>>

import type { OptimumMethodName } from '#shared/schemas/reference'
import { CAUTIONS } from './cautions'
import { entry } from './entry'
import { minus, over, size } from './formula'
import { WILSON_STEPS, Z_95 } from './samples'
import type { Source } from './sources'
import { BERTELE_BRIOSCHI, DEFINITION, GLOVER_WOOLSEY, GRAY, KIRKPATRICK, OWN, WILSON } from './sources'
import { formatNumber, formatPercent, type NumberFormat } from '../format'

/** How the figures of a reference optimum are computed, and those of samples held against it. */

const METHODS: Record<OptimumMethodName, { words: string; source: Source }> = {
  enumeration: { words: 'every state was visited', source: GRAY },
  'tree decomposition': {
    words:
      'variables were minimised out one by one along a tree decomposition, each leaving a table over its neighbours (dynamic programming)',
    source: BERTELE_BRIOSCHI,
  },
  'integer programme': {
    words:
      'products were replaced by variables of their own and the linear programme in whole numbers was solved by HiGHS, beginning from the best state of annealing',
    source: GLOVER_WOOLSEY,
  },
  annealing: {
    words: 'simulated annealing with restarts, the best state kept',
    source: KIRKPATRICK,
  },
}

interface Value {
  energy: number
  proved: boolean
  tolerance: number
  methods: readonly OptimumMethodName[]
}

const methodsIn = (methods: readonly OptimumMethodName[]): string =>
  methods.length === 0
    ? 'No two variables interact, so each was set by the sign of its coefficient.'
    : `Components were solved apart: ${methods.map((method) => METHODS[method].words).join('; ')}.`

/** Reads that count as a success. */
interface Success {
  count: number
  total: number
  reference: number
  proved: boolean
  format: NumberFormat
  rehearsal: boolean
}

export const optimumHelp = {
  referenceValue: entry<Value>({
    inputs: ({ tolerance }) =>
      tolerance > 0 ? [{ symbol: 'τ', name: 'what rounding leaves open', value: tolerance }] : [],
    method: ({ methods }) =>
      `${methodsIn(methods)} The energy of the state was then summed anew, offset included, in the problem’s own sense.`,
    result: ({ energy }) => formatNumber(energy),
    sources: ({ methods }) => (methods.length === 0 ? [DEFINITION] : methods.map((method) => METHODS[method].source)),
    caution: ({ proved }) => (proved ? CAUTIONS.provedAsGiven : CAUTIONS.bestFound),
  }),
  referenceBound: entry<{ bound: number; sense: 'min' | 'max'; methods: readonly OptimumMethodName[] }>({
    inputs: () => [],
    method: ({ sense, methods }) =>
      `No state lies ${sense === 'min' ? 'below' : 'above'} it: the sum over components of the energy where it is proved, else of the better of two bounds: ${
        methods.includes('integer programme') ? 'that of the integer programme, and ' : ''
      }the least that each variable could add with half of each of its interactions. Where all energies are multiples of one step, it is moved to the next of them.`,
    result: ({ bound }) => formatNumber(bound),
    sources: () => [OWN],
  }),
  referenceGap: entry<{ energy: number; bound: number }>({
    inputs: ({ energy, bound }) => [
      { symbol: 'E', name: 'best energy', value: energy },
      { symbol: 'B', name: 'proved bound', value: bound },
    ],
    steps: () => [{ symbol: 'G', name: 'gap', expr: size(minus('E', 'B')) }],
    method: () => 'The optimum lies somewhere between the two.',
    sources: () => [DEFINITION],
  }),
  gapToReference: entry<{ best: number; reference: number; sense: 'min' | 'max'; proved: boolean }>({
    inputs: ({ best, reference }) => [
      { symbol: 'E', name: 'best energy of these samples', value: best },
      { symbol: 'R', name: 'reference optimum', value: reference },
    ],
    steps: ({ sense }) => [{ symbol: 'G', name: 'gap', expr: sense === 'min' ? minus('E', 'R') : minus('R', 'E') }],
    method: () => 'How much worse the best read is than the reference; below zero it is better.',
    sources: () => [DEFINITION],
    caution: ({ proved }) => (proved ? undefined : CAUTIONS.bestFound),
  }),
  successRate: entry<Success>({
    inputs: ({ count, total, reference }) => [
      { symbol: 'R', name: 'reference optimum', value: reference },
      { symbol: 'c', name: 'reads at the reference optimum or better', value: count },
      { symbol: 'N', name: 'reads kept', value: total },
      { symbol: 'z', name: 'quantile of the normal distribution for 95 %', value: Z_95 },
    ],
    steps: ({ format }) => [
      {
        symbol: 'p',
        name: 'success probability',
        isAsked: true,
        expr: over('c', 'N'),
        show: (value) => formatPercent(value, format),
      },
      ...WILSON_STEPS,
    ],
    method: () =>
      'A read is a success when its decoded energy reaches the reference optimum. The interval is Wilson’s.',
    sources: () => [WILSON],
    caution: ({ proved, rehearsal }) =>
      [proved ? '' : CAUTIONS.bestFound, rehearsal ? CAUTIONS.rehearsal : ''].filter(Boolean).join(' ') || undefined,
  }),
}
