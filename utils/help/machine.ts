import type { Family } from '#shared/engine/machine/fabric'
import { GIGAHERTZ_PER_KELVIN } from '#shared/engine/machine/energy-units'
import { CAUTIONS } from './cautions'
import { entry, type HelpInput } from './entry'
import type { Expr } from './formula'
import { minus, over, plus, square, times } from './formula'
import {
  BENJAMINI_HOCHBERG,
  BODLAENDER_KOSTER,
  BOOTHBY_2016,
  CHOI_2011,
  CODATA,
  DEFINITION,
  GILBERT,
  HEAVY_HEX,
  MACHINE_SHEET,
  MANTEL_HAENSZEL,
  OWN,
  PEGASUS,
  ZEPHYR,
} from './sources'
import { formatNumber, formatPercent } from '../format'

/** How the figures of a machine are computed. */

interface Count {
  expr: Expr
  inputs: HelpInput[]
}

const size = (symbol: string, name: string, value: number): HelpInput => ({ symbol, name, value })

function qubitsOf(family: Family): Count {
  switch (family.kind) {
    case 'chimera':
      return {
        expr: times(2, 'm', 'n', 't'),
        inputs: [
          size('m', 'rows of cells', family.m),
          size('n', 'columns', family.n),
          size('t', 'half a cell', family.t),
        ],
      }
    case 'pegasus':
      return {
        expr: family.trimmed ? times(8, minus(times(3, 'm'), 1), minus('m', 1)) : times(24, 'm', minus('m', 1)),
        inputs: [size('m', family.trimmed ? 'size, trimmed fabric' : 'size, untrimmed fabric', family.m)],
      }
    case 'zephyr':
      return {
        expr: times(4, 't', 'm', plus(times(2, 'm'), 1)),
        inputs: [size('m', 'size', family.m), size('t', 'tile', family.t)],
      }
    case 'cubic':
      return { expr: times('W', 'H', 'D'), inputs: boxInputs(family) }
    case 'heavy-hex':
      return {
        expr: minus(plus(times(5, 'r', 'c'), times(4, 'r'), times(4, 'c')), 1),
        inputs: [size('r', 'rows', family.rows), size('c', 'columns', family.columns)],
      }
    case 'custom':
      return { expr: 'N', inputs: [{ ...size('N', 'qubits in the file', family.qubits), from: family.file }] }
    default:
      return { expr: times('W', 'H'), inputs: boardInputs(family) }
  }
}

const boardInputs = ({ width, height }: Extract<Family, { kind: 'king' | 'square' }>): HelpInput[] => [
  size('W', 'width', width),
  size('H', 'height', height),
]

const boxInputs = ({ width, height, depth }: Extract<Family, { kind: 'cubic' }>): HelpInput[] => [
  size('W', 'width', width),
  size('H', 'height', height),
  size('D', 'depth', depth),
]

/** Closed forms of the number of couplers, where there are some. */
function couplersOf(family: Family): Count | null {
  switch (family.kind) {
    case 'chimera':
      return {
        expr: plus(times('m', 'n', square('t')), times('t', 'n', minus('m', 1)), times('t', 'm', minus('n', 1))),
        inputs: qubitsOf(family).inputs,
      }
    case 'king':
      return {
        expr: plus(minus(times(4, 'W', 'H'), times(3, plus('W', 'H'))), 2),
        inputs: boardInputs(family),
      }
    case 'square':
      return { expr: minus(minus(times(2, 'W', 'H'), 'W'), 'H'), inputs: boardInputs(family) }
    case 'cubic':
      return {
        expr: minus(minus(minus(times(3, 'W', 'H', 'D'), times('W', 'H')), times('W', 'D')), times('H', 'D')),
        inputs: boxInputs(family),
      }
    case 'heavy-hex':
      return {
        expr: minus(plus(times(6, 'r', 'c'), times(4, 'r'), times(4, 'c')), 2),
        inputs: qubitsOf(family).inputs,
      }
    default:
      return null
  }
}

const FAMILY_SOURCE = {
  pegasus: PEGASUS,
  zephyr: ZEPHYR,
  chimera: BOOTHBY_2016,
  king: DEFINITION,
  square: DEFINITION,
  cubic: DEFINITION,
  'heavy-hex': HEAVY_HEX,
  custom: DEFINITION,
}

export const machineHelp = {
  workingQubits: entry<{ family: Family; missing: number }>({
    inputs: ({ family, missing }) => [
      ...qubitsOf(family).inputs,
      { symbol: 'x', name: 'missing qubits', value: missing, from: 'machine sheet' },
    ],
    steps: ({ family }) => [
      { symbol: 'Q', name: 'qubits made', expr: qubitsOf(family).expr },
      { symbol: 'q', name: 'working qubits', expr: minus('Q', 'x') },
    ],
    sources: ({ family }) => [FAMILY_SOURCE[family.kind], MACHINE_SHEET],
    caution: () => CAUTIONS.sheet,
  }),
  qubitsMade: entry<{ family: Family }>({
    inputs: ({ family }) => qubitsOf(family).inputs,
    steps: ({ family }) => [{ symbol: 'Q', name: 'qubits made', expr: qubitsOf(family).expr }],
    sources: ({ family }) => [FAMILY_SOURCE[family.kind]],
  }),
  couplersMade: entry<{ family: Family; couplers: number }>({
    inputs: ({ family }) => couplersOf(family)?.inputs ?? qubitsOf(family).inputs,
    steps: ({ family }) => {
      const count = couplersOf(family)
      return count ? [{ symbol: 'E', name: 'couplers made', expr: count.expr }] : []
    },
    method: ({ family }) => (couplersOf(family) ? '' : family.kind === 'custom' ? COUNTED_IN_FILE : COUNTED),
    result: ({ couplers }) => formatNumber(couplers),
    sources: ({ family }) => [FAMILY_SOURCE[family.kind]],
  }),
  workingCouplers: entry<{ made: number; working: number }>({
    inputs: ({ made, working }) => [
      { symbol: 'E', name: 'couplers made', value: made },
      {
        symbol: 'x',
        name: 'missing: listed, or at a missing qubit',
        value: made - working,
        from: 'machine sheet',
      },
    ],
    steps: () => [{ symbol: 'e', name: 'working couplers', expr: minus('E', 'x') }],
    sources: () => [MACHINE_SHEET],
    caution: () => CAUTIONS.sheet,
  }),
  machineDegree: entry<{ degree: number; qubits: number; couplers: number }>({
    inputs: ({ qubits, couplers }) => [
      { symbol: 'q', name: 'working qubits', value: qubits },
      { symbol: 'e', name: 'working couplers', value: couplers },
    ],
    method: () => 'The most working couplers at one working qubit, counted over the whole machine.',
    result: ({ degree }) => formatNumber(degree),
    sources: () => [DEFINITION],
  }),
  range: entry<{ what: 'h' | 'J' | 'coupling sum'; text: string; calibration: number }>({
    inputs: () => [],
    method: ({ what, calibration }) =>
      `Not computed: entered with calibration ${calibration}. ${RANGE_RULE[what]} The scale α shrinks all programmed values alike until every one fits.`,
    result: ({ text }) => text,
    sources: () => [MACHINE_SHEET],
    caution: () => CAUTIONS.sheet,
  }),
  thermalEnergy: entry<{ millikelvin: number }>({
    inputs: ({ millikelvin }) => [
      { symbol: 'T', name: 'temperature of the chip', value: millikelvin / 1000, unit: 'K', from: 'machine sheet' },
      {
        symbol: 'c',
        name: 'Boltzmann constant over Planck constant',
        value: GIGAHERTZ_PER_KELVIN,
        text: '20.8366',
        unit: 'GHz/K',
      },
    ],
    steps: () => [
      {
        symbol: 'E',
        name: 'thermal energy as a frequency',
        expr: times('c', 'T'),
        unit: 'GHz',
        show: (value) => formatNumber(value, { significant: 4 }),
      },
    ],
    method: () =>
      'A level that lies several times kT above the lowest is hardly occupied by warmth alone. B(1)/2 is the energy of a programmed coupling or field of 1 at the end of the anneal.',
    sources: () => [CODATA, MACHINE_SHEET],
    caution: () => CAUTIONS.sheet,
  }),
  capacityBound: entry<{ treewidth: number }>({
    inputs: ({ treewidth }) => [{ symbol: 'w', name: 'upper bound of the machine’s treewidth', value: treewidth }],
    steps: () => [
      { symbol: 'n', name: 'variables of the largest complete graph that is not ruled out', expr: plus('w', 1) },
    ],
    method: () =>
      'Treewidth never grows by contracting and deleting, so a problem that can be embedded has at most the machine’s; a complete graph of n variables has treewidth n − 1. The machine’s bound is the smallest width of several elimination orders: sweeps over its lines from each side, breadth first from far to near, and least fill on small machines. Missing qubits and couplers are left out.',
    sources: () => [BODLAENDER_KOSTER, GILBERT],
  }),
  capacityTreewidth: entry<{ treewidth: number; qubits: number; couplers: number }>({
    inputs: ({ qubits, couplers }) => [
      { symbol: 'q', name: 'working qubits', value: qubits },
      { symbol: 'e', name: 'working couplers', value: couplers },
    ],
    method: () =>
      'Qubits are taken out in an order, the remaining neighbours of each being joined; the width is the most neighbours that a qubit has when its turn comes. The smallest width over several orders is kept.',
    result: ({ treewidth }) => formatNumber(treewidth),
    sources: () => [BODLAENDER_KOSTER, GILBERT],
    caution: () => 'An upper bound: the treewidth itself may be smaller.',
  }),
  completeByTemplate: entry<{ order: number; chainLength: number; seed: number; tries: number }>({
    inputs: ({ seed, tries, chainLength }) => [
      { symbol: 'L', name: 'qubits of its longest chain', value: chainLength, unit: 'qubits' },
      { symbol: 'T', name: 'tries', value: tries },
      { symbol: 's', name: 'seed', value: seed },
    ],
    method: () =>
      'Every chain is a vertical and a horizontal run of working qubits that meet pairwise below a diagonal; on square windows of the machine, seen from each corner, the largest such set is kept, and up to three more chains grow through what is left free.',
    result: ({ order }) => formatNumber(order),
    sources: () => [CHOI_2011, BOOTHBY_2016],
    caution: () => CAUTIONS.noneFound,
  }),
  partRatio: entry<{
    neighbours: number
    neighbourRate: number
    ratio: number | null
    q: number
    tested: number
    spread: number
    rehearsal: boolean
  }>({
    inputs: ({ neighbours, neighbourRate, tested, spread }) => [
      { symbol: 'm', name: 'neighbours, over all returns', value: neighbours },
      {
        symbol: 'r',
        name: 'rate of the neighbours',
        value: neighbourRate,
        text: formatPercent(neighbourRate, { significant: 3 }),
      },
      { symbol: 'T', name: 'parts compared', value: tested },
      {
        symbol: 'τ',
        name: 'how much like parts differ anyway, in ln',
        value: spread,
        text: formatNumber(spread, { significant: 2 }),
      },
    ],
    method: ({ q }) =>
      `In each return, the twelve nearest of the parts that their surroundings pull about as hard; ratio of the two rates over all returns, each a stratum. A part is a suspect from twice its neighbours’ rate on, with at least ten broken reads, when the false ones among all suspects are expected to be at most 1 %: by the stratified test, and beyond how much like parts differ anyway. Here q is ${q < 1e-6 ? 'below 0.000001' : formatNumber(q, { significant: 2 })}.`,
    result: ({ ratio }) => (ratio === null ? 'neighbours never broke' : formatNumber(ratio, { significant: 2 })),
    sources: () => [MANTEL_HAENSZEL, BENJAMINI_HOCHBERG, OWN],
    caution: ({ rehearsal }) =>
      rehearsal ? CAUTIONS.rehearsal : 'A reason to look at the part, no proof that it is bad.',
  }),
  expectedChain: entry<{ median: number; variables: number; density: number }>({
    inputs: ({ variables, density }) => [
      { symbol: 'n', name: 'variables', value: variables },
      { symbol: 'd', name: 'density', value: density },
    ],
    method: () =>
      'Between the measured points around: evenly in the logarithm of n, then evenly in d. Nothing is said outside of what was measured and found.',
    result: ({ median }) => formatNumber(median, { decimals: 1 }),
    unit: () => 'qubits',
    sources: () => [OWN],
    caution: () => 'Random problems; one with structure may need shorter or longer chains.',
  }),
  missingShare: entry<{ made: number; working: number; what: string }>({
    inputs: ({ made, working, what }) => [
      { symbol: 'M', name: `${what} made`, value: made },
      { symbol: 'w', name: `working ${what}`, value: working },
    ],
    steps: () => [
      {
        symbol: 'x',
        name: 'share missing',
        expr: over(minus('M', 'w'), 'M'),
        show: (value) => formatPercent(value, { significant: 3 }),
      },
    ],
    sources: () => [MACHINE_SHEET],
    caution: () => CAUTIONS.sheet,
  }),
  qubitsEach: entry<{ qubits: number; variables: number }>({
    inputs: ({ qubits, variables }) => [
      { symbol: 'q', name: 'working qubits', value: qubits },
      { symbol: 'n', name: 'variables of the problem', value: variables },
    ],
    steps: () => [
      {
        symbol: 'r',
        name: 'qubits for each variable',
        expr: over('q', 'n'),
        show: (value) => formatNumber(value, { significant: 3 }),
      },
    ],
    method: () => 'Room to spare helps a search, but does not say that an embedding exists.',
    sources: () => [DEFINITION],
  }),
  couplersEach: entry<{ couplers: number; interactions: number }>({
    inputs: ({ couplers, interactions }) => [
      { symbol: 'e', name: 'working couplers', value: couplers },
      { symbol: 'm', name: 'interactions of the problem', value: interactions },
    ],
    steps: () => [
      {
        symbol: 'r',
        name: 'couplers for each interaction',
        expr: over('e', 'm'),
        show: (value) => formatNumber(value, { significant: 3 }),
      },
    ],
    sources: () => [DEFINITION],
  }),
}

const COUNTED =
  'Counted on the published construction: crossing segments share an internal coupler, successive ones on a line an external one, close parallel ones an odd one.'
const COUNTED_IN_FILE = 'Counted in the uploaded graph: pairs of qubits that it joins.'
const RANGE_RULE = {
  h: 'Every programmed field must lie in it.',
  J: 'Every programmed coupling must lie in it, those inside chains too.',
  'coupling sum': 'The signed sum of all programmed couplings at a qubit must lie in it.',
} as const
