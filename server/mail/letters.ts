import { groupDigits } from '../../shared/engine/digits'
import type { EmbeddingDamage } from '../../shared/schemas/machines'
import type { Role } from '../../shared/schemas/common'
import type { RunSheetState } from '../../shared/schemas/run-sheets'
import type { Letter, LetterItem, LetterPart } from './letter'
import { oneLine } from './letter'

const counted = (count: number, one: string): string => `${groupDigits(count)} ${one}${count === 1 ? '' : 's'}`

/** What of an embedding no longer holds: “2 of 40 chains damaged; missing: 3 qubits, 1 coupler”. */
export function damageWords({ chains, ofChains, qubitsLost, couplersLost }: EmbeddingDamage): string {
  const lost = [
    ...(qubitsLost.length > 0 ? [counted(qubitsLost.length, 'qubit')] : []),
    ...(couplersLost.length > 0 ? [counted(couplersLost.length, 'coupler')] : []),
  ]
  const missing = lost.length > 0 ? `; missing: ${lost.join(', ')}` : ''
  return `${groupDigits(chains)} of ${counted(ofChains, 'chain')} damaged${missing}`
}

/** An embedding that a calibration broke, for whoever made it or prepares on it. */
export interface BrokenForLetter {
  embedding: { id: string; number: number }
  problem: string
  damage: EmbeddingDamage
  runSheets: readonly { number: number; name: string; state: RunSheetState }[]
}

const brokenItem = ({ embedding, problem, damage, runSheets }: BrokenForLetter): LetterItem => ({
  text: `E-${embedding.number} of ${oneLine(problem)}`,
  path: `/embeddings/${embedding.id}`,
  under: [
    damageWords(damage),
    ...runSheets.map(({ number, name, state }) => `RS-${number} ${oneLine(name)}, ${state}, stands on it`),
  ],
})

/** A calibration broke embeddings of one person, or embeddings that run sheets of theirs stand on. */
export function brokenLetter(
  machine: { id: string; name: string; calibration: number },
  savedBy: string,
  remark: string,
  broken: readonly BrokenForLetter[],
): Letter {
  const name = oneLine(machine.name)
  const which = counted(broken.length, 'embedding')
  return {
    kind: 'embedding broken',
    subject: `Calibration ${machine.calibration} of ${name} broke ${which}`,
    parts: [
      {
        text: `${oneLine(savedBy)} saved calibration ${machine.calibration} of ${name}. ${which} of yours, or under a run sheet of yours, no longer ${broken.length === 1 ? 'holds' : 'hold'}:`,
      },
      { list: broken.map(brokenItem) },
      ...quoted(remark, 'The remark on the calibration:'),
      {
        text: 'A repair reroutes the damaged chains only. Open run sheets then move to the repaired embedding; those in review or approved go back to review.',
      },
    ],
    action: { label: `Repair on the page of ${name}`, path: `/machines/${machine.id}#broken` },
    because: 'you made the embedding or prepared a run sheet on it',
  }
}

function quoted(remark: string, before: string): LetterPart[] {
  return remark ? [{ text: before }, { quote: remark }] : []
}

export type HandedOver = 'submitted' | 'approved' | 'sent back' | 'issued'

export interface SheetForLetter {
  id: string
  number: number
  name: string
  problem: string
  machine: string
}

const STEPS: Record<HandedOver, { subject: string; sentence: string }> = {
  submitted: { subject: 'waits for review', sentence: 'submitted it for review' },
  approved: { subject: 'is approved', sentence: 'approved it' },
  'sent back': { subject: 'was sent back', sentence: 'sent it back' },
  issued: { subject: 'is issued', sentence: 'issued it: from now on it can be run' },
}

const REASONS = {
  reviewer: 'you review run sheets in this workspace',
  preparer: 'you prepared this run sheet',
  approver: 'you reviewed this run sheet',
  mentioned: 'you are named in the remark',
}
export type SheetReason = keyof typeof REASONS

/** A run sheet went one step on. */
export function handedOverLetter(
  sheet: SheetForLetter,
  step: HandedOver,
  by: string,
  remark: string,
  reason: SheetReason,
): Letter {
  const { subject, sentence } = STEPS[step]
  return {
    kind: 'run sheet handed over',
    subject: `RS-${sheet.number} ${subject}: ${oneLine(sheet.name)}`,
    parts: [
      {
        text: `RS-${sheet.number}, ${oneLine(sheet.name)}, runs ${oneLine(sheet.problem)} on ${oneLine(sheet.machine)}. ${oneLine(by)} ${sentence}.`,
      },
      ...quoted(remark, 'With the remark:'),
    ],
    action: { label: `Open RS-${sheet.number}`, path: `/run-sheets/${sheet.id}` },
    because: REASONS[reason],
  }
}

/** Somebody wrote a remark on a run sheet. */
export function remarkLetter(sheet: SheetForLetter, by: string, remark: string, reason: SheetReason): Letter {
  return {
    kind: reason === 'mentioned' ? 'mention' : 'run sheet remark',
    subject: `${oneLine(by)}${reason === 'mentioned' ? ' names you' : ''} on RS-${sheet.number}: ${oneLine(sheet.name)}`,
    parts: [
      {
        text: `${oneLine(by)} wrote on RS-${sheet.number}, ${oneLine(sheet.name)}, which runs ${oneLine(sheet.problem)} on ${oneLine(sheet.machine)}:`,
      },
      { quote: remark },
    ],
    action: { label: `Open RS-${sheet.number}`, path: `/run-sheets/${sheet.id}` },
    because: REASONS[reason],
  }
}

/** A repair moved a run sheet, which has to be reviewed again. */
export function movedLetter(sheet: SheetForLetter, moved: string, was: RunSheetState, reason: SheetReason): Letter {
  return {
    kind: 'run sheet handed over',
    subject: `RS-${sheet.number} ${was === 'approved' ? 'is back in review' : 'changed while in review'}: ${oneLine(sheet.name)}`,
    parts: [
      {
        text: `RS-${sheet.number}, ${oneLine(sheet.name)}, runs ${oneLine(sheet.problem)} on ${oneLine(sheet.machine)}. Its embedding was repaired; ${was === 'approved' ? 'it was approved, and is in review again' : 'it is still in review'}.`,
      },
      { quote: moved },
    ],
    action: { label: `Open RS-${sheet.number}`, path: `/run-sheets/${sheet.id}` },
    because: REASONS[reason],
  }
}

/** Somebody is asked into a workspace. @param path of the page behind the secret link */
export function invitationLetter(workspace: string, by: string, roles: readonly Role[], path: string): Letter {
  return {
    kind: 'invitation',
    subject: `${oneLine(by)} invites you to ${oneLine(workspace)} on Espalier`,
    parts: [
      {
        text: `${oneLine(by)} asks you into the workspace ${oneLine(workspace)}, where problems are prepared for quantum annealers. You would be: ${roles.join(', ')}.`,
      },
      {
        text: 'The link holds for seven days and can be used once. If you do not know what this is about, do nothing.',
      },
    ],
    action: { label: 'Accept the invitation', path },
    because: `${oneLine(by)} gave this address for the invitation`,
  }
}
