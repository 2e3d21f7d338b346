import { expect, test } from 'vitest'
import { calibrationNumberSchema, idSchema, nameSchema, textSchema } from '../../../../shared/schemas/common'

const accepts = (schema: { safeParse(input: unknown): { success: boolean } }, input: unknown): boolean =>
  schema.safeParse(input).success

test.each([
  ['U+0000', 'a\0b'],
  ['the first half of a surrogate pair', 'a\ud83d'],
  ['the second half', '\ude00b'],
])('text with %s is refused: the database could not store it', (_what, text) => {
  expect(accepts(nameSchema, text)).toBe(false)
  expect(accepts(textSchema(10), text)).toBe(false)
})

test('whole characters of every plane are taken', () => {
  expect(nameSchema.parse(' Kai 😀 ')).toBe('Kai 😀')
  expect(textSchema(10).parse('')).toBe('')
})

test('an id holds nothing that a query could stumble over', () => {
  expect(accepts(idSchema, '5e9dcbdd-8005-4971-bb06-dc071886d831')).toBe(true)
  for (const bad of ['', '\0', 'a b', "x'", 'a'.repeat(65)]) expect(accepts(idSchema, bad)).toBe(false)
})

test('calibration numbers stay within 32-bit integers', () => {
  expect(accepts(calibrationNumberSchema, 2 ** 31 - 1)).toBe(true)
  for (const bad of [0, 1.5, 2 ** 31, 1e20]) expect(accepts(calibrationNumberSchema, bad)).toBe(false)
})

<<

* What you will do:
In the reply, include exactly the lines from the beginning of the entries above through the line holding "KIRKPATRICK, OWN, WILSON", and nothing besides.

* Answer space:
import type { OptimumMethodName } from '#shared/schemas/reference'
import { CAUTIONS } from './cautions'
import { entry } from './entry'
import { minus, over, size } from './formula'
import { WILSON_STEPS, Z_95 } from './samples'
import type { Source } from './sources'
import { BERTELE_BRIOSCHI, DEFINITION, GLOVER_WOOLSEY, GRAY, KIRKPATRICK, OWN, WILSON } from './sources'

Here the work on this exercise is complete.